* _EXERCISE DETAILS_: How many lines in the data below contain the string "seed"? Answer with the number only.

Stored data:
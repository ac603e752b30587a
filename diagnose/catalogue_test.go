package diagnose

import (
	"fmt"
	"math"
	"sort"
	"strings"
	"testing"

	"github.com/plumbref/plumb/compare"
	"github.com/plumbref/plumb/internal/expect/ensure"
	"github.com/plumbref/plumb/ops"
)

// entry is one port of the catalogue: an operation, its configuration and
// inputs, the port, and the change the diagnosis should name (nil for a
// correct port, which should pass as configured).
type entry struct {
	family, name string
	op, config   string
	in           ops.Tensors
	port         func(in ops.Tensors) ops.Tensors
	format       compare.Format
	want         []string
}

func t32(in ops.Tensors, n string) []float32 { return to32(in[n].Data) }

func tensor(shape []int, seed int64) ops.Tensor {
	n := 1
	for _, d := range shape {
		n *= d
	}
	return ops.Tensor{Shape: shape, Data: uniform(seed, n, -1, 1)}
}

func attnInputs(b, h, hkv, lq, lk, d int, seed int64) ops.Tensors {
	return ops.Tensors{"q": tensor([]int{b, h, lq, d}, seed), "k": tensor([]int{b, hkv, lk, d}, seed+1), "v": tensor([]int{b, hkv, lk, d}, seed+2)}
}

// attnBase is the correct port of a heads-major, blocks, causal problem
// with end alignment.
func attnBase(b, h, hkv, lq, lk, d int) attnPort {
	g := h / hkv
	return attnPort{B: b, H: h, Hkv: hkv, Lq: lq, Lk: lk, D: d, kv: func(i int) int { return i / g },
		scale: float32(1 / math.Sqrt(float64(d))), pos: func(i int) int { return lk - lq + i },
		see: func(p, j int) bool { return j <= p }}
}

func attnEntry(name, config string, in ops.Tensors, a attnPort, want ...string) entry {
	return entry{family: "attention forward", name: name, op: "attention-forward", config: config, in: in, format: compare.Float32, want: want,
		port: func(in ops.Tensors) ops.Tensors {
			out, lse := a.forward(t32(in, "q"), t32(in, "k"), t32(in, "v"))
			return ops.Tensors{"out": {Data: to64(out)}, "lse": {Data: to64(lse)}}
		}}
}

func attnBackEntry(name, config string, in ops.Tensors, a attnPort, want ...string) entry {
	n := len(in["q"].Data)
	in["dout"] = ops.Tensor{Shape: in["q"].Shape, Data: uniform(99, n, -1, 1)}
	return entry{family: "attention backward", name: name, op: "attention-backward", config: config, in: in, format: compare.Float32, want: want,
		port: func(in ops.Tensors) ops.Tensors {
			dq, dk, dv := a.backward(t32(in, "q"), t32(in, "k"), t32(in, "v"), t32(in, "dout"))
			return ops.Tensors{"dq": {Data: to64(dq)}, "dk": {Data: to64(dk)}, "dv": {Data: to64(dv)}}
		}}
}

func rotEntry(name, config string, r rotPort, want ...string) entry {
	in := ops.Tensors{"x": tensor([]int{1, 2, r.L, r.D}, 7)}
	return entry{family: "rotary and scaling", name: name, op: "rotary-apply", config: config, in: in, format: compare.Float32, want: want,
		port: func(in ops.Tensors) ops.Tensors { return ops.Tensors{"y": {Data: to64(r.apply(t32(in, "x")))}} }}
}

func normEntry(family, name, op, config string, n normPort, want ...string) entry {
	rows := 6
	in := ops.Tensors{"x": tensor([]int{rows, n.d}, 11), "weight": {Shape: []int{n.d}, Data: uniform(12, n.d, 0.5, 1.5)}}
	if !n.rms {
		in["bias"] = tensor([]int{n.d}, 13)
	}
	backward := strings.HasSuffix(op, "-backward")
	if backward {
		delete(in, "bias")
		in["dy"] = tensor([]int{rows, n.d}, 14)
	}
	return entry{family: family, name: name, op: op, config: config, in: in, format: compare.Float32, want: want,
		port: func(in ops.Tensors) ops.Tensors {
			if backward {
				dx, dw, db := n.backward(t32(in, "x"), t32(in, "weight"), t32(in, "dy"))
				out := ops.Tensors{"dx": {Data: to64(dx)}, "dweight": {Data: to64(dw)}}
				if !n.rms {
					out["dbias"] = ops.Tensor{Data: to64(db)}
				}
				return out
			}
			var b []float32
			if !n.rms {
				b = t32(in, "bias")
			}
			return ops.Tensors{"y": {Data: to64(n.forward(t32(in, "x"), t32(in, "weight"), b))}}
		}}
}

* * *

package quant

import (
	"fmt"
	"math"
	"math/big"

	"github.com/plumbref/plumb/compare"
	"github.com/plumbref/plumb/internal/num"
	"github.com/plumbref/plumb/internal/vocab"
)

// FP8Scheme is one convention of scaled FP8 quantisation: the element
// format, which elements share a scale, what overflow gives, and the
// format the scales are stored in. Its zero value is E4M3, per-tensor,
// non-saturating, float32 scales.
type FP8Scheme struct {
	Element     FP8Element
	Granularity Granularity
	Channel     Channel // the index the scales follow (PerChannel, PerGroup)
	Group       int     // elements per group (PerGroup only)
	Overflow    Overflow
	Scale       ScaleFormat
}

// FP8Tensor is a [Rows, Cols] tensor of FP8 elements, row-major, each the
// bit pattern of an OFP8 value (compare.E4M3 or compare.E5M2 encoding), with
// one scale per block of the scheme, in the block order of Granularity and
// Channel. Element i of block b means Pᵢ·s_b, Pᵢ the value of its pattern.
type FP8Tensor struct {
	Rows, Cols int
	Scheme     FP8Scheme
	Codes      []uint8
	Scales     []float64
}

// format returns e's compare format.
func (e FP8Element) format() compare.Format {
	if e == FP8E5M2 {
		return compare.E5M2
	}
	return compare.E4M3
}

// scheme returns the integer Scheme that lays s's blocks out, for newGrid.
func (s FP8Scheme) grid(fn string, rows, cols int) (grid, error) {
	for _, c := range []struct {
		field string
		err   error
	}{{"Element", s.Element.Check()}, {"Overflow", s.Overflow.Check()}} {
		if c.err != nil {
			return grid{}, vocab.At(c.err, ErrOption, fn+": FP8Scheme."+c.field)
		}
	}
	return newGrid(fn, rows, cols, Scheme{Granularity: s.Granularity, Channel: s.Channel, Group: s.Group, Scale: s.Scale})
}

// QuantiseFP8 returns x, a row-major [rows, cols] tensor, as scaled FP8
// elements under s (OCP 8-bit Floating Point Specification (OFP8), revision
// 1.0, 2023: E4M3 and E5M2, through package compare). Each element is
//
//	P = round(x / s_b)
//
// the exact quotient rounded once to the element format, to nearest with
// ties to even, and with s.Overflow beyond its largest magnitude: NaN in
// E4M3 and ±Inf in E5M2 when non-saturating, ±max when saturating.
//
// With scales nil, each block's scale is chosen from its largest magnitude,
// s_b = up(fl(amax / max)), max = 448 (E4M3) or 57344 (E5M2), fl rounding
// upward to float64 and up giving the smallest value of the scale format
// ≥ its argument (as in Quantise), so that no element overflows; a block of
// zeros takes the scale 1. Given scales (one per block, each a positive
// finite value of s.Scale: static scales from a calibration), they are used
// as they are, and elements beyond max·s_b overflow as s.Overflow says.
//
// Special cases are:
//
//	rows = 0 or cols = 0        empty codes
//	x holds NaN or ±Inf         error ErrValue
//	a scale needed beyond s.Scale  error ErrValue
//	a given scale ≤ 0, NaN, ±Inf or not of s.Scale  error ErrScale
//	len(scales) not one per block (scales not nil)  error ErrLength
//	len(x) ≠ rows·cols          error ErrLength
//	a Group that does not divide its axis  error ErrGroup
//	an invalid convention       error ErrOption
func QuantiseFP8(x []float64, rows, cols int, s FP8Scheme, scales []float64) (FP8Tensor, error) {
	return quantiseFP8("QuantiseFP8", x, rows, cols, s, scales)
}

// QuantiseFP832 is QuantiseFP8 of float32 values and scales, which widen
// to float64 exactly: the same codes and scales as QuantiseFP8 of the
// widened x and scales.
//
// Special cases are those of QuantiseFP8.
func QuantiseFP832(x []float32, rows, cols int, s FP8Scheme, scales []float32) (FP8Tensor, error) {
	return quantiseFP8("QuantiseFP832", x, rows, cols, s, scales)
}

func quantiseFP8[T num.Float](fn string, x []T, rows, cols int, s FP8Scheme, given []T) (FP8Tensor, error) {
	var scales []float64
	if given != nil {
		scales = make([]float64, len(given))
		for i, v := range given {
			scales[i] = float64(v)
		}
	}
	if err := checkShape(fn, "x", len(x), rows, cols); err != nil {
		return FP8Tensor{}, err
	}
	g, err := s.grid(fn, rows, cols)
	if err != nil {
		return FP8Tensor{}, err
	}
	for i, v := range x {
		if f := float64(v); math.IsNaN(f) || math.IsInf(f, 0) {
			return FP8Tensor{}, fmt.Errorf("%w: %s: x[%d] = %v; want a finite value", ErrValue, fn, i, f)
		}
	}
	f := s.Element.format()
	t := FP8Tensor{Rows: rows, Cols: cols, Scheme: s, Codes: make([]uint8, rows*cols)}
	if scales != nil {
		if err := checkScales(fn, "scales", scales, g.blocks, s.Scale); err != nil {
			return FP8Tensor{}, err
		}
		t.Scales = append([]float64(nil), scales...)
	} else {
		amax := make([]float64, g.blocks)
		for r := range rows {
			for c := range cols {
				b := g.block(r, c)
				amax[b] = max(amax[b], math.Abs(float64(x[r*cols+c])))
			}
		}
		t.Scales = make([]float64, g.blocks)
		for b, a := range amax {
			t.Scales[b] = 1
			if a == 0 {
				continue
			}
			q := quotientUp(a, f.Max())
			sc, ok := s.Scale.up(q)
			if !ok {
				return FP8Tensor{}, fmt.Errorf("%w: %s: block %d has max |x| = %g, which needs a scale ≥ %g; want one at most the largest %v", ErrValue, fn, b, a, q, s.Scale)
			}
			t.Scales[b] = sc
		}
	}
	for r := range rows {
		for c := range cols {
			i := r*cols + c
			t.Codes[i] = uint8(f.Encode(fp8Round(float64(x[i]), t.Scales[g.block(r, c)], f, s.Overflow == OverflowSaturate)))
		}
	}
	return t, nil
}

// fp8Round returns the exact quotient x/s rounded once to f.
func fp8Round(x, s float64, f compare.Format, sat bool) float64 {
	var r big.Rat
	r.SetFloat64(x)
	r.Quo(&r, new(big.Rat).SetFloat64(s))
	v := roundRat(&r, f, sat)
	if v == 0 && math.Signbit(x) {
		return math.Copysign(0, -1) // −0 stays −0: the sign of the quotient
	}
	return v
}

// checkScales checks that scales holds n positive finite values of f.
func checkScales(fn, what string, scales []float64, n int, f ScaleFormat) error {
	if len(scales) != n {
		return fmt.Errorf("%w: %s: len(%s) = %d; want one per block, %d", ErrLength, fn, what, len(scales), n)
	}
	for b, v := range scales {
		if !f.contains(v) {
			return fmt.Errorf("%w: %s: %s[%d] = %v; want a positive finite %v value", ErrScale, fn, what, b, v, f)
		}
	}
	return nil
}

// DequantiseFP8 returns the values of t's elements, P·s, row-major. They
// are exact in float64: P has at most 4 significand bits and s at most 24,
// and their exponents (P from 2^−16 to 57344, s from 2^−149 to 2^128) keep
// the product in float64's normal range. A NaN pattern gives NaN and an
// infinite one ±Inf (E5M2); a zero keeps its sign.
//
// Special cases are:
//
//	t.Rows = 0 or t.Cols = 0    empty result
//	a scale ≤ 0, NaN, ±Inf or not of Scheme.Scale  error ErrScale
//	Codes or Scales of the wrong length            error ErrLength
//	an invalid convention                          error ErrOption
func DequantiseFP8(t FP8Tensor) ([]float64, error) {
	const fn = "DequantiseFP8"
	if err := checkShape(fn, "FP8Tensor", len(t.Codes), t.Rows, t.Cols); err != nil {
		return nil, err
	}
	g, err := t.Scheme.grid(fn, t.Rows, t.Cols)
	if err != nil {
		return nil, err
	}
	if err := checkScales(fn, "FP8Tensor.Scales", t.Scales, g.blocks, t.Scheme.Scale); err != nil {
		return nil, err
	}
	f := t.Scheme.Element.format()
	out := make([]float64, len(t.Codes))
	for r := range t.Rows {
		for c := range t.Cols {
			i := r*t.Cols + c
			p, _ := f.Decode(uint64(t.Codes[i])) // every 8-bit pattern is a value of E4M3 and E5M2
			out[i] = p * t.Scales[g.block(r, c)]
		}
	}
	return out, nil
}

* _RESULT FOR THIS EXERCISE_: 4